*** Materials provided ***

/// The back-flow and how it was found.
fn backflow(k: &PumpBackwashKeys) -> Result<(Backflow, Option<String>), CaseError> {
    match (&k.backflow_volume, &k.riser_radius) {
        (Some(v), None) => Ok((
            Backflow::Volume(non_negative(
                "drive.backflow_volume",
                v.si("drive.backflow_volume")?,
                "m3",
            )?),
            None,
        )),
        (None, Some(r)) => {
            let r = positive("drive.riser_radius", r.si("drive.riser_radius")?, "m")?;
            let a = PI * r * r;
            Ok((
                Backflow::Riser(a),
                Some(format!(
                    "back-flow from the riser: inside area pi x ({})^2 = {}; at each stop its \
                     contents above the well level, area x (discharge height - well head), \
                     drain back",
                    format_si(r, Quantity::Length),
                    format_si(a, Quantity::Area),
                )),
            ))
        }
        (Some(_), Some(_)) => Err(CaseError::new(
            "drive.backflow_volume",
            "give either backflow_volume or riser_radius, not both",
        )),
        (None, None) => Err(CaseError::new(
            "drive.backflow_volume",
            "required key is missing (or give riser_radius)",
        )),
    }
}

/// The pump law and a note describing it.
fn pump_law(k: &PumpBackwashKeys) -> Result<(PumpLaw, String), CaseError> {
    match (&k.pumping_rate, &k.pump_curve) {
        (Some(q), None) => {
            let q = positive("drive.pumping_rate", q.si("drive.pumping_rate")?, "m3/s")?;
            Ok((
                PumpLaw::ConstantRate(q),
                format!(
                    "pumping {} whatever the lift (until the level reaches the intake)",
                    format_si(q, Quantity::FlowRate)
                ),
            ))
        }
        (None, Some(c)) if c.points.is_some() => {
            if c.shutoff_head.is_some() || c.rated_rate.is_some() || c.rated_head.is_some() {
                return Err(CaseError::new(
                    "drive.pump_curve.points",
                    "give either points or shutoff_head, rated_rate and rated_head, not both",
                ));
            }
            let pts: Vec<(f64, f64)> = c
                .points
                .as_ref()
                .expect("points were given")
                .iter()
                .map(|p| (p[0], p[1]))
                .collect();
            let table = PumpTable::new(&pts).map_err(CaseError::from)?;
            Ok((
                PumpLaw::Table(table),
                format!(
                    "pump curve through {} points (shut-off head {}), monotone cubic between \
                     them, the rate held beyond the last ({} at {}): the rate falls as the \
                     lift from the well level to the discharge grows",
                    pts.len(),
                    format_si(table.shutoff_head_m(), Quantity::Head),
                    format_si(pts[pts.len() - 1].0, Quantity::FlowRate),
                    format_si(pts[pts.len() - 1].1, Quantity::Head),
                ),
            ))
        }
        (None, Some(c)) => {
            let need = |v: &Option<Q<Length>>, f: &str| {
                v.as_ref()
                    .ok_or_else(|| CaseError::new(f, "required key is missing (or give points)"))
                    .and_then(|q| q.si(f))
            };
            let h0 = positive(
                "drive.pump_curve.shutoff_head",
                need(&c.shutoff_head, "drive.pump_curve.shutoff_head")?,
                "m",
            )?;
            let qr = positive(
                "drive.pump_curve.rated_rate",
                c.rated_rate
                    .as_ref()
                    .ok_or_else(|| {
                        CaseError::new(
                            "drive.pump_curve.rated_rate",
                            "required key is missing (or give points)",
                        )
                    })?
                    .si("drive.pump_curve.rated_rate")?,
                "m3/s",
            )?;
            let hr = non_negative(
                "drive.pump_curve.rated_head",
                need(&c.rated_head, "drive.pump_curve.rated_head")?,
                "m",
            )?;
            if hr >= h0 {
                return Err(CaseError::new(
                    "drive.pump_curve.rated_head",
                    format!("must be below the shut-off head ({h0} m), got {hr} m"),
                ));
            }
            let a = (h0 - hr) / (qr * qr);
            Ok((
                PumpLaw::Quadratic {
                    shutoff_head_m: h0,
                    coefficient_s2_m5: a,
                },
                format!(
                    "pump curve H = {} - {} s2/m5 x Q^2 (through the shut-off head and {} at \
                     {}): the rate falls as the lift from the well level to the discharge grows",
                    format_si(h0, Quantity::Head),
                    G(a, 4),
                    format_si(hr, Quantity::Head),
                    format_si(qr, Quantity::FlowRate),
                ),
            ))
        }
        (Some(_), Some(_)) => Err(CaseError::new(
            "drive.pump_curve",
            "give either pumping_rate or pump_curve, not both",
        )),
        (None, None) => Err(CaseError::new(
            "drive.pumping_rate",
            "required key is missing (or give pump_curve)",
        )),
    }
}

/// Parser of the `pump_backwash` drive (registered in [`super::DRIVE_KINDS`]).
pub fn pump_backwash(
    map: Map<String, Value>,
    _ctx: &DriveContext<'_>,
) -> Result<ParsedDrive, CaseError> {
    let k: PumpBackwashKeys = read_keys(map)?;
    let (backflow, riser_note) = backflow(&k)?;
    let (pump, pump_note) = pump_law(&k)?;
    let mut notes = Vec::new();
    let drain_time_s = match &k.drain_time {
        Some(q) => positive("drive.drain_time", q.si("drive.drain_time")?, "s")?,
        None => {
            notes.push(format!(
                "drain time not given: {}, an assumption with no source; the drain-back rate \
                 depends on the pump and column, time it in the field",
                format_si(DEFAULT_DRAIN_TIME_S, Quantity::Time)
            ));
            DEFAULT_DRAIN_TIME_S
        }
    };
    let discharge_height_m = match &k.discharge_height {
        Some(q) => non_negative(
            "drive.discharge_height",
            q.si("drive.discharge_height")?,
            "m",
        )?,
        None => {
            notes.push(
                "discharge height not given: 0 m (the discharge at the static level), an \
                 assumption: give drive.discharge_height (it sets the lift on a pump curve and \
                 the riser's contents)"
                    .to_owned(),
            );
            0.0
        }
    };
    let p = PumpBackwash {
        pump,
        on_time_s: positive("drive.on_time", k.on_time.si("drive.on_time")?, "s")?,
        off_time_s: positive("drive.off_time", k.off_time.si("drive.off_time")?, "s")?,
        intake_depth_m: positive(
            "drive.intake_depth",
            k.intake_depth.si("drive.intake_depth")?,
            "m",
        )?,
        discharge_height_m,
        backflow,
        drain_time_s,
        cycles: k.cycles.unwrap_or(0),
        ramp_cycles: non_negative_ramp(k.ramp_cycles)?,
    };
    let drained = 1.0 - (-p.off_time_s / p.drain_time_s).exp();
    notes.insert(
        0,
        format!(
            "drive: pump and backwash, {pump_note}; on for {}, stopped for {} (a cycle every \
             {}, {}); intake {} below the static level (the pump breaks suction there), \
             discharge {} above it; the back-flow drains with time constant {}, {:.1} % of it \
             before the pump restarts",
            format_si(p.on_time_s, Quantity::Time),
            format_si(p.off_time_s, Quantity::Time),
            format_si(p.period_s(), Quantity::Time),
            match p.cycles {
                0 => "for the whole run".to_owned(),
                n => format!("{n} cycles, then recovery"),
            },
            format_si(p.intake_depth_m, Quantity::Length),
            format_si(p.discharge_height_m, Quantity::Length),
            format_si(p.drain_time_s, Quantity::Time),
            100.0 * drained
        ),
    );
    notes.extend(riser_note);
    notes.push(
        "pump and backwash: letting the column drain back through the pump is forbidden by \
         some specifications; never restart a pump while its shaft still turns backwards, and \
         follow the pump maker's limits on starts per hour"
            .to_owned(),
    );
    let mut resolved = into_map(json!({
        "on_time": p.on_time_s,
        "off_time": p.off_time_s,
        "intake_depth": p.intake_depth_m,
        "discharge_height": p.discharge_height_m,
        "drain_time": p.drain_time_s,
        "cycles": p.cycles,
        "ramp_cycles": p.ramp_cycles,
    }));
    match p.pump {
        PumpLaw::ConstantRate(q) => {
            resolved.insert("pumping_rate".to_owned(), json!(q));
        }
        PumpLaw::Quadratic { .. } => {
            let c = k.pump_curve.as_ref().expect("a curve was read");
            let si = |v: &Option<Q<Length>>, f: &str| v.as_ref().map(|q| q.si(f)).transpose();
            resolved.insert(
                "pump_curve".to_owned(),
                json!({
                    "shutoff_head": si(&c.shutoff_head, "drive.pump_curve.shutoff_head")?,
                    "rated_rate": c.rated_rate.as_ref().map(|q| q.si("drive.pump_curve.rated_rate")).transpose()?,
                    "rated_head": si(&c.rated_head, "drive.pump_curve.rated_head")?,
                }),
            );
        }
        PumpLaw::Table(_) => {
            let c = k.pump_curve.as_ref().expect("a curve was read");
            resolved.insert("pump_curve".to_owned(), json!({ "points": c.points }));
        }
    }
    match p.backflow {
        Backflow::Volume(v) => {
            resolved.insert("backflow_volume".to_owned(), json!(v));
        }
        Backflow::Riser(_) => {
            let r = k.riser_radius.as_ref().expect("a riser was read");
            resolved.insert(
                "riser_radius".to_owned(),
                json!(r.si("drive.riser_radius")?),
            );
        }
    }
    Ok(ParsedDrive {
        resolved,
        drive: Drive::PumpBackwash(p),
        notes,
    })
}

*** End of Materials provided ***

**Requirement**
Lines from the entries that contain the string "positive" must be found and copied.

**Exercise answer**
            let r = positive("drive.riser_radius", r.si("drive.riser_radius")?, "m")?;
            let q = positive("drive.pumping_rate", q.si("drive.pumping_rate")?, "m3/s")?;
            let h0 = positive(
            let qr = positive(
        Some(q) => positive("drive.drain_time", q.si("drive.drain_time")?, "s")?,
        on_time_s: positive("drive.on_time", k.on_time.si("drive.on_time")?, "s")?,
        off_time_s: positive("drive.off_time", k.off_time.si("drive.off_time")?, "s")?,
        intake_depth_m: positive(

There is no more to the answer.